NGN-401 is designed as a one-time gene therapy to deliver the full-length human MECP2 gene. The therapy uses an AAV9 vector and incorporates Neurogene’s proprietary EXACT™ transgene regulation technology, which is designed to provide tightly controlled MeCP2 protein expression on a cell-by-cell basis. NGN-401 is delivered by intracerebroventricular administration to support broad targeting of the brain and nervous system.
The updated Phase 1/2 data showed that developmental gains occurred in a progressive, stepwise sequence, which investigators said may suggest a restart of developmental progression after treatment. Improvements were observed across core Rett syndrome functional domains, including hand function, gross motor function, and communication.

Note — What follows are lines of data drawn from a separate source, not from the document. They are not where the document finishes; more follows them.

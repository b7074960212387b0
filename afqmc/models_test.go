package afqmc_test

import (
	"context"
	"math"
	"testing"

	"gonum.org/v1/gonum/mat"

	"leadline/afqmc"
	"leadline/hamiltonian"
	"leadline/hamiltonian/hubbard"
	"leadline/hamiltonian/meanfield"
	"leadline/trial"
	"leadline/trial/determinant"
)

// ring returns a Hubbard ring in the given squares, and in charge squares for
// restricted mean fields.
func ring(t *testing.T, sites, up, down int, u float64, squares hubbard.Decomposition) (h, spinFree *hamiltonian.Hamiltonian) {
	t.Helper()
	m := hubbard.Model{Sites: []int{sites}, Periodic: []bool{true}, Hopping: 1, Repulsion: u, Up: up, Down: down, Decomposition: squares}
	h, err := m.Hamiltonian()
	if err != nil {
		t.Fatal(err)
	}
	m.Decomposition = hubbard.Charge
	if spinFree, err = m.Hamiltonian(); err != nil {
		t.Fatal(err)
	}
	return h, spinFree
}

// freeElectrons returns the lowest orbitals of the one-body part: closed shells
// on rings of 4n+2 sites at half filling.
func freeElectrons(t *testing.T, h *hamiltonian.Hamiltonian) trial.Orbitals {
	t.Helper()
	var eigen mat.EigenSym
	if !eigen.Factorize(h.OneBody[hamiltonian.Up], true) {
		t.Fatal("no eigenvectors")
	}
	var v mat.Dense
	eigen.VectorsTo(&v)
	occupied := mat.DenseCopyOf(v.Slice(0, h.Orbitals, 0, h.Up))
	return trial.RealOrbitals(occupied, occupied)
}

// TestSignFree: where no walker ever meets the constraint the run must give the
// exact energy within three standard errors and the splitting's own error, with
// no walker killed. Exact energies: Lieb & Wu, Phys. Rev. Lett. 20, 1445 (1968),
// and, for attraction, by E(−U) = E(U) − U·N/2 at half filling.
func TestSignFree(t *testing.T) {
	if testing.Short() {
		t.Skip("statistical")
	}
	const exact6 = -3.6687061790 // ring of 6, U = 4, half filling
	for _, c := range []struct {
		name    string
		u       float64
		squares hubbard.Decomposition
		uhf     bool
		exact   float64
	}{
		{"repulsive, charge squares, UHF", 4, hubbard.Charge, true, exact6},
		{"repulsive, spin squares, free electrons", 4, hubbard.Spin, false, exact6},
		{"attractive, free electrons", -4, hubbard.Charge, false, exact6 - 12},
	} {
		t.Run(c.name, func(t *testing.T) {
			h, spinFree := ring(t, 6, 3, 3, c.u, c.squares)
			start := freeElectrons(t, h)
			reference := start
			if c.uhf {
				reference = columns(solve(t, spinFree, meanfield.UHF))
			}
			source, err := determinant.New(h.Orbitals, reference)
			if err != nil {
				t.Fatal(err)
			}
			guide, err := trial.NewGuide(h, source, 1<<30)
			if err != nil {
				t.Fatal(err)
			}
			r, err := afqmc.Run(context.Background(), guide, start, afqmc.Options{
				TimeStep: 0.01, Walkers: 400, Equilibration: 6, Length: 40, Seed: 3, Cores: 2, Cap: afqmc.CapOff,
			}, nil)
			if err != nil {
				t.Fatal(err)
			}
			d := r.Energy.Mean - c.exact
			t.Logf("energy %.4f(%.4f), deviation %+.4f, killed %.1e, tail %.2f", r.Energy.Mean, r.Energy.Error, d, r.Figures.Killed, r.Figures.Local.Hill)
			if math.Abs(d) > 3*r.Energy.Error+1e-3 {
				t.Errorf("energy %.4f(%.4f), exact %.4f", r.Energy.Mean, r.Energy.Error, c.exact)
			}
			if r.Figures.Killed > 0 {
				t.Errorf("%.1e of the walker-steps killed, expected none", r.Figures.Killed)
			}
		})
	}
}

// TestPhantomNodes: the free-electron trial on the half-filled ring has nodes
// where the state has none; no walker is killed, the energy is wrong by 0.4 t,
// and the result must carry a warning of the highest level.
func TestPhantomNodes(t *testing.T) {
	if testing.Short() {
		t.Skip("statistical")
	}
	h, _ := ring(t, 6, 3, 3, 4, hubbard.Charge)
	for _, limit := range []afqmc.Cap{afqmc.CapOn, afqmc.CapOff} {
		start := freeElectrons(t, h)
		source, err := determinant.New(h.Orbitals, start)
		if err != nil {
			t.Fatal(err)
		}
		guide, err := trial.NewGuide(h, source, 1<<30)
		if err != nil {
			t.Fatal(err)
		}
		r, err := afqmc.Run(context.Background(), guide, start, afqmc.Options{
			TimeStep: 0.01, Walkers: 200, Equilibration: 6, Length: 30, Seed: 3, Cores: 2, Cap: limit,
		}, nil)
		if err != nil {
			t.Fatal(err)
		}
		stop := false
		for _, w := range r.Warnings {
			t.Logf("%s %s: %s", w.Level, w.Check, w.Text)
			stop = stop || w.Level == afqmc.Stop
		}
		if !stop {
			t.Errorf("cap %v: energy %.3f(%.3f), exact −3.669, without a warning of the highest level", limit, r.Energy.Mean, r.Energy.Error)
		}
	}
}
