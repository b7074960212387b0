package afqmc_test

import (
	"context"
	"math"
	"testing"

	"leadline/afqmc"
	"leadline/hamiltonian/meanfield"
	"leadline/trial"
	"leadline/trial/determinant"
)

// TestSinglePrecision: over the first steps a run in single precision follows the
// one in double precision, with the same random numbers, to about 1e-6 hartree.
func TestSinglePrecision(t *testing.T) {
	for _, name := range []string{"H4_square2.4b_sto6g", "H10_chain_R1.8_sto6g", "Be_ccpvdz"} {
		h := load(t, name)
		reference := columns(solve(t, h, meanfield.UHF))
		start := columns(solve(t, h, meanfield.RHF))
		source, err := determinant.New(h.Orbitals, reference)
		if err != nil {
			t.Fatal(err)
		}
		var energies [2]rows
		for single := range 2 {
			bind := trial.NewGuide
			if single == 1 {
				bind = trial.NewSingleGuide
			}
			guide, err := bind(h, source, 1<<30)
			if err != nil {
				t.Fatal(err)
			}
			_, err = afqmc.Run(context.Background(), guide, start, afqmc.Options{
				TimeStep: 0.01, Walkers: 30, Equilibration: 0.5, Length: 0.5, Seed: 1, Single: single == 1,
			}, &energies[single])
			if err != nil {
				t.Fatal(err)
			}
		}
		largest := 0.0
		for i := range energies[0] {
			largest = math.Max(largest, math.Abs(energies[0][i].Energy-energies[1][i].Energy))
		}
		t.Logf("%s: largest difference %.1e E_h", name, largest)
		if largest > 2e-5 {
			t.Errorf("%s: single precision differs by %.1e E_h, expected less than 2e-5", name, largest)
		}
		if largest == 0 {
			t.Errorf("%s: single precision gives the same bits: it is not used", name)
		}
	}
}
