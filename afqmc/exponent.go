package afqmc

import (
	"leadline/hamiltonian"
	"leadline/hamiltonian/linalg"
)

// float is the precision of the fields' exponential.
type float interface{ float32 | float64 }

// operand is a constant right-hand factor of a product, packed.
type operand[T float] interface {
	Mul(m int, alpha T, a []T, lda int, beta T, c []T, ldc int)
}

// exponent applies exp(X), X = Σ_g c_g L_g with complex coefficients c = √τ z η,
// to the columns of walkers. In single precision the terms of the series are
// single and their sum, which is added to the columns, is double: a step then
// has an error of about 1e-7·‖X‖, far below that of a usual time step.
type exponent[T float] struct {
	orbitals, factors  int
	symmetric          [2]operand[T] // packed factors, ng_s × M(M+1)/2
	antisymmetric      [2]operand[T] // packed factors, ng_a × M(M+1)/2
	antisymmetricCount int           // number of antisymmetric factors
	multiply           func(transA, transB bool, m, n, k int, alpha T, a []T, lda int, b []T, ldb int, beta T, c []T, ldc int)
}

// exponential is an exponent of either precision with scratch of its own kind.
type exponential interface {
	newArea(walkers, columns int) exponentialArea
}

// exponentialArea is the scratch for a tile.
type exponentialArea interface {
	// fields forms X of count walkers for one spin from their coefficients, rows
	// 2i and 2i+1 the real and imaginary parts.
	fields(coefficients []float64, count, spin int)
	// unpack makes walker i the one that series works on.
	unpack(i int)
	// series replaces columns, each M real then M imaginary parts, by exp(X) of
	// them, to the given order.
	series(columns []float64, order int)
	// matrix returns [Re Xᵀ | Im Xᵀ] of the unpacked walker, M×2M.
	matrix() []float64
}

func newExponent(f *hamiltonian.Factors, orbitals, spins int) exponential {
	e := &exponent[float64]{orbitals: orbitals, factors: f.Count(), multiply: linalg.Gemm}
	e.pack(f, spins, func(rows []float64, count, width int) operand[float64] {
		return linalg.Pack(false, count, width, rows, width)
	})
	return e
}

func newSingleExponent(f *hamiltonian.Factors, orbitals, spins int) exponential {
	e := &exponent[float32]{orbitals: orbitals, factors: f.Count(), multiply: linalg.Gemm32}
	e.pack(f, spins, func(rows []float64, count, width int) operand[float32] {
		single := make([]float32, len(rows))
		convert(single, rows)
		return linalg.Pack32(false, count, width, single, width)
	})
	return e
}

// convert copies with a change of precision.
func convert[T float](dst []T, src []float64) {
	for i, v := range src {
		dst[i] = T(v)
	}
}

func (e *exponent[T]) pack(f *hamiltonian.Factors, spins int, pack func(rows []float64, count, width int) operand[T]) {
	width, ns := hamiltonian.Pairs(e.orbitals), f.Symmetric()
	e.antisymmetricCount = f.Antisymmetric
	for spin := range spins {
		packed := f.Packed[spin]
		if ns > 0 {
			e.symmetric[spin] = pack(packed[:ns*width], ns, width)
		}
		if f.Antisymmetric > 0 {
			e.antisymmetric[spin] = pack(packed[ns*width:], f.Antisymmetric, width)
		}
	}
}

type exponentArea[T float] struct {
	*exponent[T]
	coefficients        []T
	packed, packedAnti  []T // X packed: rows 2i, 2i+1 of the tile
	x                   []T // [Re Xᵀ | Im Xᵀ], M×2M
	start, source, term []T // columns of one walker
}

func (e *exponent[T]) newArea(walkers, columns int) exponentialArea {
	m := e.orbitals
	a := &exponentArea[T]{
		exponent:     e,
		coefficients: make([]T, 2*walkers*e.factors),
		packed:       make([]T, 2*walkers*hamiltonian.Pairs(m)),
		x:            make([]T, 2*m*m),
		start:        make([]T, columns*2*m),
		source:       make([]T, columns*2*m),
		term:         make([]T, columns*2*m),
	}
	if e.antisymmetricCount > 0 {
		a.packedAnti = make([]T, 2*walkers*hamiltonian.Pairs(m))
	}
	return a
}

// fields: 2·count·ng·M(M+1) flops in one product.
func (a *exponentArea[T]) fields(coefficients []float64, count, spin int) {
	ng, width := a.factors, hamiltonian.Pairs(a.orbitals)
	convert(a.coefficients, coefficients[:2*count*ng])
	if o := a.symmetric[spin]; o != nil {
		o.Mul(2*count, 1, a.coefficients, ng, 0, a.packed, width)
	} else {
		clear(a.packed[:2*count*width])
	}
	if o := a.antisymmetric[spin]; o != nil {
		o.Mul(2*count, 1, a.coefficients[ng-a.antisymmetricCount:], ng, 0, a.packedAnti, width)
	}
}

// block is the number of rows that unpack transposes together, one cache line.
const block = 8

func (a *exponentArea[T]) unpack(i int) {
	m := a.orbitals
	width := hamiltonian.Pairs(m)
	for plane := range 2 {
		row := a.packed[(2*i+plane)*width:][:width]
		x := a.x[plane*m:]
		for r := range m {
			copy(x[r*2*m:], row[r*(r+1)/2:][:r+1])
		}
		for from := 0; from < m; from += block {
			to := min(from+block, m)
			for c := range to {
				dst := x[c*2*m:]
				for r := max(from, c+1); r < to; r++ {
					dst[r] = row[r*(r+1)/2+c]
				}
			}
		}
		if a.packedAnti == nil {
			continue
		}
		row = a.packedAnti[(2*i+plane)*width:][:width]
		for r := range m {
			for c := range r {
				v := row[r*(r+1)/2+c]
				x[r*2*m+c] -= v
				x[c*2*m+r] += v
			}
		}
	}
}

// series sums 1 + X(1 + X/2(1 + X/3(…))): 8·M²·N·order flops for N columns.
func (a *exponentArea[T]) series(columns []float64, order int) {
	m := a.orbitals
	n := len(columns) / (2 * m)
	size := len(columns)
	convert(a.start[:size], columns)
	copy(a.source, a.start[:size])
	for k := order; k >= 1; k-- {
		beta := T(1)
		if k == 1 {
			beta = 0
		} else {
			copy(a.term, a.start[:size])
		}
		// [re | im] ← [re·Re Xᵀ − im·Im Xᵀ | re·Im Xᵀ + im·Re Xᵀ]
		scale := 1 / T(k)
		a.multiply(false, false, n, 2*m, m, scale, a.source, 2*m, a.x, 2*m, beta, a.term, 2*m)
		a.multiply(false, false, n, m, m, -scale, a.source[m:], 2*m, a.x[m:], 2*m, 1, a.term, 2*m)
		a.multiply(false, false, n, m, m, scale, a.source[m:], 2*m, a.x, 2*m, 1, a.term[m:], 2*m)
		a.source, a.term = a.term, a.source
	}
	for i, v := range a.source[:size] {
		columns[i] += float64(v)
	}
}

func (a *exponentArea[T]) matrix() []float64 {
	out := make([]float64, len(a.x))
	for i, v := range a.x {
		out[i] = float64(v)
	}
	return out
}
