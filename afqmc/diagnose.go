package afqmc

import (
	"fmt"
	"math"
)

// Level says how much a warning weighs.
type Level string

const (
	Note    Level = "note"    // worth knowing
	Caution Level = "caution" // quote with care
	Stop    Level = "stop"    // do not quote the number
)

// Warning is a doubt about the result, kept beside the number.
type Warning struct {
	Check  string  `json:"check"`
	Level  Level   `json:"level"`
	Text   string  `json:"text"`
	Figure float64 `json:"figure"`
}

// threshold grades a figure: within ok nothing, between ok and warn a note,
// beyond warn a caution, beyond fail the level of a failed check. Where larger
// is better the figures are compared the other way round. The limits were set
// on molecules and lattices with known answers, good trials and deliberately
// broken ones (common practice otherwise).
type threshold struct {
	ok, warn, fail float64
	failed         Level
	larger         bool
}

func (t threshold) grade(figure float64) Level {
	beyond := func(limit float64) bool {
		if t.larger {
			return figure < limit
		}
		return figure > limit
	}
	switch {
	case math.IsNaN(figure):
		return ""
	case beyond(t.fail):
		return t.failed
	case beyond(t.warn):
		return Caution
	case beyond(t.ok):
		return Note
	}
	return ""
}

var (
	limitOverlap    = threshold{ok: 1e-8, warn: 1e-6, fail: 1e-6, failed: Stop}
	limitCapped     = threshold{ok: 3e-4, warn: 1e-3, fail: 1e-2, failed: Stop}
	limitBounded    = threshold{ok: 1e-4, warn: 1e-3, fail: 1e-2, failed: Caution}
	limitKilled     = threshold{ok: 3e-5, warn: 2e-4, fail: 1e-3, failed: Caution}
	limitEfficiency = threshold{ok: 0.97, warn: 0.95, fail: 0.8, failed: Stop, larger: true}
	limitPhase      = threshold{ok: 0.1, warn: 0.5, fail: 2, failed: Caution}
	limitHill       = threshold{ok: 3, warn: 2.5, fail: 2.1, failed: Stop, larger: true}
	limitRatio      = threshold{ok: 2.2, warn: 2.5, fail: 4, failed: Caution}
	limitSpin       = threshold{ok: 0.01, warn: 0.01, fail: 0.1, failed: Stop}
	limitDrift      = threshold{ok: 2, warn: 2, fail: 3, failed: Caution}
)

const (
	// tailEnough is the number of samples in the tail from which its exponent may
	// condemn a result; with fewer it can only raise a caution.
	tailEnough = 100
	// noSpread is the spread of local energies, hartree, below which the trial is
	// exact to rounding and tails mean nothing.
	noSpread = 1e-7
)

// diagnose grades the figures of a result.
func diagnose(w *Walk, r *Result) []Warning {
	var out []Warning
	add := func(check string, level Level, figure float64, format string, args ...any) {
		if level != "" {
			out = append(out, Warning{check, level, fmt.Sprintf(format, args...), figure})
		}
	}
	f := r.Figures
	add("stored_overlap", limitOverlap.grade(f.OverlapDeviation), f.OverlapDeviation,
		"stored and recomputed overlaps differ by up to %.1e", f.OverlapDeviation)
	add("capped_steps", limitCapped.grade(f.Capped), f.Capped,
		"%.2g of the walker-steps had their energy bounded: the bound, not the physics, sets part of the result; try a smaller time step or a better trial", f.Capped)
	add("force_bias", limitBounded.grade(f.Bounded), f.Bounded,
		"%.2g of the walker-steps had a force-bias component bounded; try a smaller time step or a better trial", f.Bounded)
	add("killed_walkers", limitKilled.grade(f.Killed), f.Killed,
		"%.2g of the walker-steps ended at the constraint; try a smaller time step or a better trial", f.Killed)
	add("effective_walkers", limitEfficiency.grade(f.Efficiency), f.Efficiency,
		"weights spread so that only %.2g of the walkers count", f.Efficiency)
	add("phase_diffusion", limitPhase.grade(f.PhaseDiffusion), f.PhaseDiffusion,
		"phases turn by %.2g per unit of imaginary time: the constraint's bias may be large", f.PhaseDiffusion)
	if f.Local.Deviation > noSpread {
		level := limitHill.grade(f.Local.Hill)
		if level == Stop && f.TailSamples < tailEnough {
			level = Caution
		}
		add("energy_tail", level, f.Local.Hill,
			"local energies have a heavy tail (exponent %.2g): the error bar is soft above 2 and meaningless below; a better trial is needed", f.Local.Hill)
		add("energy_spread", limitRatio.grade(f.Local.Ratio), f.Local.Ratio,
			"local energies spread %.2g times wider than their core: heavy tail, a longer run than the error suggests is needed", f.Local.Ratio)
		// The largest of n samples with tail exponent α grows like n^(1/α); α = 2.5
		// is where the tail itself is cautioned.
		limit := max(100, math.Pow(float64(f.Local.Samples), 1/limitHill.warn))
		add("largest_energy", threshold{ok: limit, warn: limit, fail: limit, failed: Caution}.grade(f.Local.Largest), f.Local.Largest,
			"one local energy lies %.3g standard deviations away: the trial may have nodes where the state has none", f.Local.Largest)
	}
	e := r.Energy
	fluctuates := f.Local.Deviation > noSpread || math.IsNaN(f.Local.Deviation)
	if fluctuates && e.Blocked > 0 && e.Correlated > 0 {
		ratio := e.Blocked / e.Correlated
		switch {
		case ratio < 0.6 || ratio > 1.6:
			add("error_methods", Caution, ratio, "the errors from blocking and from autocorrelation differ by a factor %.2g; the larger is quoted, a longer run would settle it", ratio)
		case ratio < 0.8 || ratio > 1.25:
			add("error_methods", Note, ratio, "the errors from blocking and from autocorrelation differ by a factor %.2g; the larger is quoted", ratio)
		}
	}
	if fluctuates && e.TooShort() {
		independent := float64(e.Rows) / (2 * e.Autocorrelation)
		add("run_length", Caution, independent, "too short for its error bar: about %.0f independent samples, at least 20 and a settled block length are needed; lengthen the run", independent)
	}
	if !fluctuates {
		f.Drift = 0
	}
	add("drift", limitDrift.grade(f.Drift), f.Drift,
		"the two halves of the run differ by %.2g standard deviations; longer equilibration may be needed", f.Drift)
	if r.Discarded > 0 {
		add("equilibration", Note, r.Discarded, "the first %.3g of sampled imaginary time still drifted and were left out", r.Discarded)
	}
	if !math.IsNaN(r.TrialEnergy) && e.Mean > r.TrialEnergy+3*e.Error+noSpread {
		add("variational_bracket", Caution, e.Mean-r.TrialEnergy, "the energy lies %.3g above the trial's own energy, which projection should lower", e.Mean-r.TrialEnergy)
	}
	sz := 0.5 * math.Abs(float64(w.Guide.Hamiltonian.Up-w.Guide.Hamiltonian.Down))
	contamination := math.Abs(w.startSpinSquared - sz*(sz+1))
	add("start_spin", limitSpin.grade(contamination), contamination,
		"the walkers start with <S^2> = %.3f, not the pure spin %.3g: the projection keeps other spins for long", w.startSpinSquared, sz*(sz+1))
	return out
}
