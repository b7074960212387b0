package afqmc

import (
	"fmt"
	"math"
)

// Options are the settings of a projection. Zero fields take the defaults named.
type Options struct {
	TimeStep      float64 // τ, 1/hartree; default 0.005
	Walkers       int     // default 400
	Equilibration float64 // imaginary time before sampling; zero: none
	Length        float64 // imaginary time sampled; default 50
	Seed          uint64
	// TargetError ends sampling once one standard error is this small; 0: never.
	TargetError float64
	// Cap bounds E_hyb and E_L to the running energy ± √(2/τ). Automatic: on
	// unless a factor has s = −1, where the cap would bias sign-free problems.
	Cap Cap
	// Single takes fields and their exponential in single precision; with a guide
	// from [trial.NewSingleGuide] the expectations ⟨v_g⟩ are too, and with them
	// force bias and direct energy. Overlaps, weights, one-body and exchange
	// energies and sums stay double.
	Single bool
	// Cores is the number of goroutines that work on tiles; default 1. Results
	// do not depend on it.
	Cores int
}

// Cap says whether local and hybrid energies are bounded.
type Cap int

const (
	CapAutomatic Cap = iota
	CapOn
	CapOff
)

const (
	// MeasureInterval is the imaginary time between energy measurements, to the
	// nearest whole step.
	MeasureInterval = 0.05
	controlInterval = 0.1 // between re-orthogonalisations and population controls
)

func (o Options) withDefaults() Options {
	set := func(v *float64, to float64) {
		if *v == 0 {
			*v = to
		}
	}
	set(&o.TimeStep, 0.005)
	set(&o.Length, 50)
	if o.Walkers == 0 {
		o.Walkers = 400
	}
	if o.Cores < 1 {
		o.Cores = 1
	}
	return o
}

func (o Options) validate() error {
	positive := func(v float64) bool { return v > 0 && !math.IsInf(v, 0) }
	switch {
	case !positive(o.TimeStep):
		return fmt.Errorf("time step is %g, expected a positive number", o.TimeStep)
	case o.Walkers < 2:
		return fmt.Errorf("%d walkers, expected at least 2", o.Walkers)
	case !(o.Equilibration >= 0) || math.IsInf(o.Equilibration, 0):
		return fmt.Errorf("equilibration is %g, expected zero or a positive number", o.Equilibration)
	case !positive(o.Length) || o.Length < o.TimeStep:
		return fmt.Errorf("sampled length is %g, expected at least one time step", o.Length)
	case !(o.TargetError >= 0):
		return fmt.Errorf("target error is %g, expected zero or a positive number", o.TargetError)
	}
	return nil
}

// every returns the number of steps nearest to an interval of imaginary time.
func (o Options) every(interval float64) int {
	return max(1, int(math.Round(interval/o.TimeStep)))
}

// steps returns the numbers of equilibration and sampling steps, each a whole
// number of measurements.
func (o Options) steps() (equilibration, sampling int) {
	m := o.every(MeasureInterval)
	round := func(t float64) int { return m * int(math.Ceil(t/o.TimeStep/float64(m)-1e-9)) }
	return round(o.Equilibration), max(m, round(o.Length))
}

The onset of clinical improvement was rapid, with a median time to first clinical improvement of two months after treatment. Milestone gains also deepened over time, increasing by 95% from six to 12 months and by 147% from six months to at least 12 months. Seven of 10 participants gained at least two developmental milestones and demonstrated improvements across at least two core Rett syndrome domains.
Neurogene also reported clinically meaningful improvements across additional validated Rett syndrome measures, including the Rett Syndrome Gross Motor Scale and Rett Syndrome Hand Function Scale.
From a safety perspective, NGN-401 at the 1E15 vg dose remained generally well tolerated. All treatment-related adverse events were mild or moderate in severity, and most were known potential risks of AAV that had resolved or were resolving. No new treatment-related serious adverse events were reported since the prior data cutoff in October 2025.
Neurogene has completed dosing in the Embolden™ registrational trial, with no treatment-related serious adverse events or dose-limiting toxicities reported as of the June 16, 2026 cutoff. Topline data from Embolden are anticipated in the second half of 2027.
In parallel with the clinical update, Neurogene announced that it has commenced a proposed public offering of shares of common stock or, for certain investors, pre-funded warrants to purchase common stock. The company also expects to grant underwriters a 30-day option to purchase additional shares at the public offering price, less underwriting discounts and commissions. Neurogene said all securities in the offering are being offered by the company, and the offering remains subject to market and other conditions.
Neurogene intends to use the net proceeds from the offering, together with existing cash, cash equivalents, and marketable securities, to fund the ongoing clinical development of NGN-401, pre-commercial activities for NGN-401, working capital, and other general corporate purposes. Leerink Partners, Stifel, Guggenheim Securities, LifeSci Capital, and William Blair are acting as joint bookrunning managers for the proposed offering.
NGN-401 has received multiple regulatory designations, including Breakthrough Therapy, Regenerative Medicine Advanced Therapy, Fast Track, Orphan Drug, and Rare Pediatric Disease designations from the FDA, as well as selection for the FDA START Pilot Program. The therapy has also received Advanced Therapy Medicinal Product, Orphan, and PRIME designations from the EMA, and an Innovative Licensing and Application Pathway designation from the U.K. MHRA.
If the registrational trial confirms the Phase 1/2 findings, NGN-401 could represent an important one-time genetic medicine approach for Rett syndrome, with the potential to address the underlying loss of functional MECP2 rather than only managing symptoms. The proposed financing further underscores Neurogene’s focus on advancing NGN-401 through late-stage development and preparing for potential commercialization.